What you are asked to do: Repeat the listing below line for line, exactly as shown.

Data:
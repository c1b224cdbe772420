//! The calibration of a sink, from the certificate that its bench entry names.

use std::fs;
use std::path::Path;

use serde_json::Value;
use sink::bench::SinkEntry;
use sink::calibration::Certificate;
use sink::correction::Correction;

use crate::error::DaemonError;

/// The correction of a sink and its certificate for the record; without a certificate, nominal
/// is true.
///
/// A certificate that is named and cannot be used is an error: a sink that is silently driven
/// uncorrected is off by percents.
pub(crate) fn load(
    entry: &SinkEntry,
    bench: &Path,
) -> Result<(Correction, Option<Value>), DaemonError> {
    let Some(certificate) = &entry.certificate else {
        return Ok((Correction::IDENTITY, None));
    };
    let path = bench.parent().unwrap_or(Path::new(".")).join(certificate);
    let refused = |reason: String| DaemonError::Sink {
        sink: entry.name.clone(),
        reason: format!(
            "its certificate {} cannot be used: {reason}; calibrate it, or take `certificate` out of the bench file",
            path.display()
        ),
    };
    let text = fs::read_to_string(&path).map_err(|error| refused(error.to_string()))?;
    let certificate = Certificate::from_json(&text).map_err(|error| refused(error.to_string()))?;
    let value = serde_json::from_str(&text).map_err(|error| refused(error.to_string()))?;
    Ok((certificate.correction, Some(value)))
}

Task answer:
repository c1b224cdbe772420
//! The calibration of a sink, from the certificate that its bench entry names.

use std::fs;
use std::path::Path;

use serde_json::Value;
use sink::bench::SinkEntry;
use sink::calibration::Certificate;
use sink::correction::Correction;

use crate::error::DaemonError;

/// The correction of a sink and its certificate for the record; without a certificate, nominal
/// is true.
///
/// A certificate that is named and cannot be used is an error: a sink that is silently driven
/// uncorrected is off by percents.
pub(crate) fn load(
    entry: &SinkEntry,
    bench: &Path,
) -> Result<(Correction, Option<Value>), DaemonError> {
    let Some(certificate) = &entry.certificate else {
        return Ok((Correction::IDENTITY, None));
    };
    let path = bench.parent().unwrap_or(Path::new(".")).join(certificate);
    let refused = |reason: String| DaemonError::Sink {
        sink: entry.name.clone(),
        reason: format!(
            "its certificate {} cannot be used: {reason}; calibrate it, or take `certificate` out of the bench file",
            path.display()
        ),
    };
    let text = fs::read_to_string(&path).map_err(|error| refused(error.to_string()))?;
    let certificate = Certificate::from_json(&text).map_err(|error| refused(error.to_string()))?;
    let value = serde_json::from_str(&text).map_err(|error| refused(error.to_string()))?;
    Ok((certificate.correction, Some(value)))
}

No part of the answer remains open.